Task instructions:
Look at the entries below and restate word for word the lines from the first through the one that has "res, err := http.DefaultClient.Do(req)".

Data supplied:
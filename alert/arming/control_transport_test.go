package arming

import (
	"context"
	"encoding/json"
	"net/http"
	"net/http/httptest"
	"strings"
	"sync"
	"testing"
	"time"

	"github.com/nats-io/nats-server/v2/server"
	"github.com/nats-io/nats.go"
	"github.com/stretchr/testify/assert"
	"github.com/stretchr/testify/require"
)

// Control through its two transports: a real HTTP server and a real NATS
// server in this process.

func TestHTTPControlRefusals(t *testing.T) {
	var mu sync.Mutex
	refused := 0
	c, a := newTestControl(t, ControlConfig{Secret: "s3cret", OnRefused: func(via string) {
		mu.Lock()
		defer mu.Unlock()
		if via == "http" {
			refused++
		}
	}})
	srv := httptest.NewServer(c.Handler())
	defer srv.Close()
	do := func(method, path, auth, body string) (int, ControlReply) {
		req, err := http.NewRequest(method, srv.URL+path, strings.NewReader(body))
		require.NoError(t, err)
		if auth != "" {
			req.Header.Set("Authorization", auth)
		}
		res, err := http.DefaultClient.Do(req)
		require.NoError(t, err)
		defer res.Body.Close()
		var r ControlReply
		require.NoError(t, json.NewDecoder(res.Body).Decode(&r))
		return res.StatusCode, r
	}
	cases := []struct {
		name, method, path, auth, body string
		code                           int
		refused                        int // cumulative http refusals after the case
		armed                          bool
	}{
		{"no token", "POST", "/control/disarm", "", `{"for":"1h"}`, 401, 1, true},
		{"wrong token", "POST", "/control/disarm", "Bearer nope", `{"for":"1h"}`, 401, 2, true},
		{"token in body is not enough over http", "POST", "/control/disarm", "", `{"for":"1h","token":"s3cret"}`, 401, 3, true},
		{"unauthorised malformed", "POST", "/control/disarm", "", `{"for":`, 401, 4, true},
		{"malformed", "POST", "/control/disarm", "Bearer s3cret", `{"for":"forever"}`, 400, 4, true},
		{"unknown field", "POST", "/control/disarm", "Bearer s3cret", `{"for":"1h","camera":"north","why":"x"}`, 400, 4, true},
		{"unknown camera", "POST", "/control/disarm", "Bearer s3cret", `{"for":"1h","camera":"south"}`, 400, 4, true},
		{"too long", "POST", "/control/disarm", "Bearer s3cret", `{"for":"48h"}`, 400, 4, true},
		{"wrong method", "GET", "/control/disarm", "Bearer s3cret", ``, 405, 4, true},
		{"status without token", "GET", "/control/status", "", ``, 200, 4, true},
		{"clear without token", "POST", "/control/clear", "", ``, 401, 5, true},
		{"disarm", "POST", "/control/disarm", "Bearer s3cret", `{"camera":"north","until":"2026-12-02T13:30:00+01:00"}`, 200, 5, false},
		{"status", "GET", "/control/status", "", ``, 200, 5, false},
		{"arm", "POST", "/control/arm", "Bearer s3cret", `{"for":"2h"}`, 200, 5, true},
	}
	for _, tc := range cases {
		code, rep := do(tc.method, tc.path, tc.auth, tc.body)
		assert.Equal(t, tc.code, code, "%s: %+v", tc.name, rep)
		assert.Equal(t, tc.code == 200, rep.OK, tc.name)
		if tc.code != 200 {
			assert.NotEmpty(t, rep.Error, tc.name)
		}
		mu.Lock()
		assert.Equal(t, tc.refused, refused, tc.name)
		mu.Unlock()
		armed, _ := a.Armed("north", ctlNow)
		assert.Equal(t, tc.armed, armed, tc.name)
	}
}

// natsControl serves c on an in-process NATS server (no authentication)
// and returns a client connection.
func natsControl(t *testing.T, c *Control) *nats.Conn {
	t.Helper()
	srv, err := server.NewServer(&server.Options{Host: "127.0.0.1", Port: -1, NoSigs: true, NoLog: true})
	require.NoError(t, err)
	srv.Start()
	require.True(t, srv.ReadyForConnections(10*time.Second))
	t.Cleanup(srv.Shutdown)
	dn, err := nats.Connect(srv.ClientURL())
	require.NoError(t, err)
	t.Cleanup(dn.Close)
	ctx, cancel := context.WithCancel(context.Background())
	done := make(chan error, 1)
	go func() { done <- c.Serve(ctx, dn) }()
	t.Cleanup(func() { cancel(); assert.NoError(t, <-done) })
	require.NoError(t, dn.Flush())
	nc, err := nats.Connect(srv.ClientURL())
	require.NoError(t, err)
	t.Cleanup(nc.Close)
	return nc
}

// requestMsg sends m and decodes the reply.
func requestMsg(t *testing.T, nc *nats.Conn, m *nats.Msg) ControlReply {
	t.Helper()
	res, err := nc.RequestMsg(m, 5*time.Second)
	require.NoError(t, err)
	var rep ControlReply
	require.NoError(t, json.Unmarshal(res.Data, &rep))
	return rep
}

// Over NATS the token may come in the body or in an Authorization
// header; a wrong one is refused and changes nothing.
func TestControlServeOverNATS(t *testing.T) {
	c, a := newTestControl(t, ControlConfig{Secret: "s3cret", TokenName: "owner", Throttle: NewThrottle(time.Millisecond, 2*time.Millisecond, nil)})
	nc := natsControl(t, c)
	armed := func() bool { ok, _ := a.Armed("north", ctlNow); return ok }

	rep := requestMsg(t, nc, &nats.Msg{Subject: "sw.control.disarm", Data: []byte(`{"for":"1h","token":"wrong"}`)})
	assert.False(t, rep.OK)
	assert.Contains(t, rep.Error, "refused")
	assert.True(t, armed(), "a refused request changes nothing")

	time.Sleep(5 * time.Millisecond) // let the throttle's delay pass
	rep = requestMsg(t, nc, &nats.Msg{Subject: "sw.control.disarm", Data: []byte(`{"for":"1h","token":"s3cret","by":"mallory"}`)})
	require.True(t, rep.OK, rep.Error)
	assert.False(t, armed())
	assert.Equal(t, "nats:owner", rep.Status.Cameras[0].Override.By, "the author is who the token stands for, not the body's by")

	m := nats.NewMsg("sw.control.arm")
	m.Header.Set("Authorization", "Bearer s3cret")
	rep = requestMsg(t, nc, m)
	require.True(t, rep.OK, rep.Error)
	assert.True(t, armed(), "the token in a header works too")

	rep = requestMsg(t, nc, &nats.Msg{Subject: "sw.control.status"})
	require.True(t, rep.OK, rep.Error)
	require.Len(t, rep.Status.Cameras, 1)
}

Solution:
filename alert/arming/control_transport_test.go
package arming

import (
	"context"
	"encoding/json"
	"net/http"
	"net/http/httptest"
	"strings"
	"sync"
	"testing"
	"time"

	"github.com/nats-io/nats-server/v2/server"
	"github.com/nats-io/nats.go"
	"github.com/stretchr/testify/assert"
	"github.com/stretchr/testify/require"
)

// Control through its two transports: a real HTTP server and a real NATS
// server in this process.

func TestHTTPControlRefusals(t *testing.T) {
	var mu sync.Mutex
	refused := 0
	c, a := newTestControl(t, ControlConfig{Secret: "s3cret", OnRefused: func(via string) {
		mu.Lock()
		defer mu.Unlock()
		if via == "http" {
			refused++
		}
	}})
	srv := httptest.NewServer(c.Handler())
	defer srv.Close()
	do := func(method, path, auth, body string) (int, ControlReply) {
		req, err := http.NewRequest(method, srv.URL+path, strings.NewReader(body))
		require.NoError(t, err)
		if auth != "" {
			req.Header.Set("Authorization", auth)
		}
		res, err := http.DefaultClient.Do(req)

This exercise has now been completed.